WHAT THE EXERCISE ASKS
Each record must appear in the answer exactly as given.

DATA RECORDS
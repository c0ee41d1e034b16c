//! A charged species held at a value: what is supplied (with a counter-ion that the
//! proton's row must not notice) is not what is held, and the balances are no longer
//! the gradient of a convex function.
//!
//! With the pH held too they are again, since the difference lies in the proton's row
//! alone. So the pH is looked for from outside: at each trial pH the convex problem is
//! solved, and what that needs in protons beyond what there is must come to nothing.

use std::sync::atomic::AtomicBool;

use num_rational::Rational64;

use super::root::{Mark, narrow};
use super::solve::solve;
use super::system::{Answer, Failure, Fixed, System};

/// The pH that are looked through, and the distance between looks.
const LOOK: (f64, f64, f64) = (-3.0, 18.0, 0.5);
const LN_10: f64 = std::f64::consts::LN_10;

/// Solves a system whose held phases supply something else than their own rows.
///
/// There can be several such states, or none: the one that takes the least of the held
/// phases is given.
pub(super) fn solve_skew(
    system: &System,
    start: Option<&Answer>,
    cancel: &AtomicBool,
) -> Result<Answer, Failure> {
    let mut outer = Outer { held: system.clone(), cancel, last: start.cloned(), iterations: 0 };
    let row = vec![(0, Rational64::from_integer(1))];
    outer.held.fixed.push(Fixed {
        row: row.clone(),
        ln_value: 0.0,
        concentration_of: None,
        supply: row,
    });
    let mut best: Option<(f64, Answer)> = None;
    let mut before: Option<(f64, f64)> = None;
    let mut ph = LOOK.0;
    while ph <= LOOK.1 {
        let here = match outer.missing(ph) {
            Ok(missing) => Some((ph, missing)),
            Err(Failure::NotConverged { .. }) => None,
            Err(other) => return Err(other),
        };
        if let (Some(from), Some(to)) = (before, here)
            && (from.1 == 0.0 || from.1.signum() != to.1.signum())
        {
            let answer = outer.settle(from, to)?;
            let taken = answer.amounts.iter().map(|n| n.abs()).sum();
            if best.as_ref().is_none_or(|b| taken < b.0) {
                best = Some((taken, answer));
            }
        }
        before = here;
        ph += LOOK.2;
    }
    let (_, mut answer) = best.ok_or(Failure::Infeasible { component: 0 })?;
    answer.amounts.truncate(system.fixed.len());
    answer.residual = super::fixed::residual(system, &answer.concentrations, &answer.amounts);
    answer.iterations = outer.iterations;
    Ok(answer)
}

struct Outer<'a> {
    /// The system with the pH held last.
    held: System,
    cancel: &'a AtomicBool,
    last: Option<Answer>,
    iterations: u32,
}

impl Outer<'_> {
    /// Protons that would have to be brought in to keep this pH.
    fn missing(&mut self, ph: f64) -> Result<f64, Failure> {
        if let Some(proton) = self.held.fixed.last_mut() {
            proton.ln_value = -ph * LN_10;
        }
        let answer = solve(&self.held, self.last.as_ref(), self.cancel)?;
        self.iterations += answer.iterations;
        let missing = answer.amounts.last().copied().unwrap_or(0.0);
        self.last = Some(answer);
        Ok(missing)
    }

    /// The state at the change of sign between two pH.
    fn settle(&mut self, from: Mark, to: Mark) -> Result<Answer, Failure> {
        let width = 4.0 * f64::EPSILON * to.0.abs().max(1.0);
        narrow(|ph| self.missing(ph), from, to, width)?;
        self.last.clone().ok_or(Failure::Cancelled)
    }
}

EXPECTED ANSWER
repository c0ee41d1e034b16c
//! A charged species held at a value: what is supplied (with a counter-ion that the
//! proton's row must not notice) is not what is held, and the balances are no longer
//! the gradient of a convex function.
//!
//! With the pH held too they are again, since the difference lies in the proton's row
//! alone. So the pH is looked for from outside: at each trial pH the convex problem is
//! solved, and what that needs in protons beyond what there is must come to nothing.

use std::sync::atomic::AtomicBool;

use num_rational::Rational64;

use super::root::{Mark, narrow};
use super::solve::solve;
use super::system::{Answer, Failure, Fixed, System};

/// The pH that are looked through, and the distance between looks.
const LOOK: (f64, f64, f64) = (-3.0, 18.0, 0.5);
const LN_10: f64 = std::f64::consts::LN_10;

/// Solves a system whose held phases supply something else than their own rows.
///
/// There can be several such states, or none: the one that takes the least of the held
/// phases is given.
pub(super) fn solve_skew(
    system: &System,
    start: Option<&Answer>,
    cancel: &AtomicBool,
) -> Result<Answer, Failure> {
    let mut outer = Outer { held: system.clone(), cancel, last: start.cloned(), iterations: 0 };
    let row = vec![(0, Rational64::from_integer(1))];
    outer.held.fixed.push(Fixed {
        row: row.clone(),
        ln_value: 0.0,
        concentration_of: None,
        supply: row,
    });
    let mut best: Option<(f64, Answer)> = None;
    let mut before: Option<(f64, f64)> = None;
    let mut ph = LOOK.0;
    while ph <= LOOK.1 {
        let here = match outer.missing(ph) {
            Ok(missing) => Some((ph, missing)),
            Err(Failure::NotConverged { .. }) => None,
            Err(other) => return Err(other),
        };
        if let (Some(from), Some(to)) = (before, here)
            && (from.1 == 0.0 || from.1.signum() != to.1.signum())
        {
            let answer = outer.settle(from, to)?;
            let taken = answer.amounts.iter().map(|n| n.abs()).sum();
            if best.as_ref().is_none_or(|b| taken < b.0) {
                best = Some((taken, answer));
            }
        }
        before = here;
        ph += LOOK.2;
    }
    let (_, mut answer) = best.ok_or(Failure::Infeasible { component: 0 })?;
    answer.amounts.truncate(system.fixed.len());
    answer.residual = super::fixed::residual(system, &answer.concentrations, &answer.amounts);
    answer.iterations = outer.iterations;
    Ok(answer)
}

struct Outer<'a> {
    /// The system with the pH held last.
    held: System,
    cancel: &'a AtomicBool,
    last: Option<Answer>,
    iterations: u32,
}

impl Outer<'_> {
    /// Protons that would have to be brought in to keep this pH.
    fn missing(&mut self, ph: f64) -> Result<f64, Failure> {
        if let Some(proton) = self.held.fixed.last_mut() {
            proton.ln_value = -ph * LN_10;
        }
        let answer = solve(&self.held, self.last.as_ref(), self.cancel)?;
        self.iterations += answer.iterations;
        let missing = answer.amounts.last().copied().unwrap_or(0.0);
        self.last = Some(answer);
        Ok(missing)
    }

    /// The state at the change of sign between two pH.
    fn settle(&mut self, from: Mark, to: Mark) -> Result<Answer, Failure> {
        let width = 4.0 * f64::EPSILON * to.0.abs().max(1.0);
        narrow(|ph| self.missing(ph), from, to, width)?;
        self.last.clone().ok_or(Failure::Cancelled)
    }
}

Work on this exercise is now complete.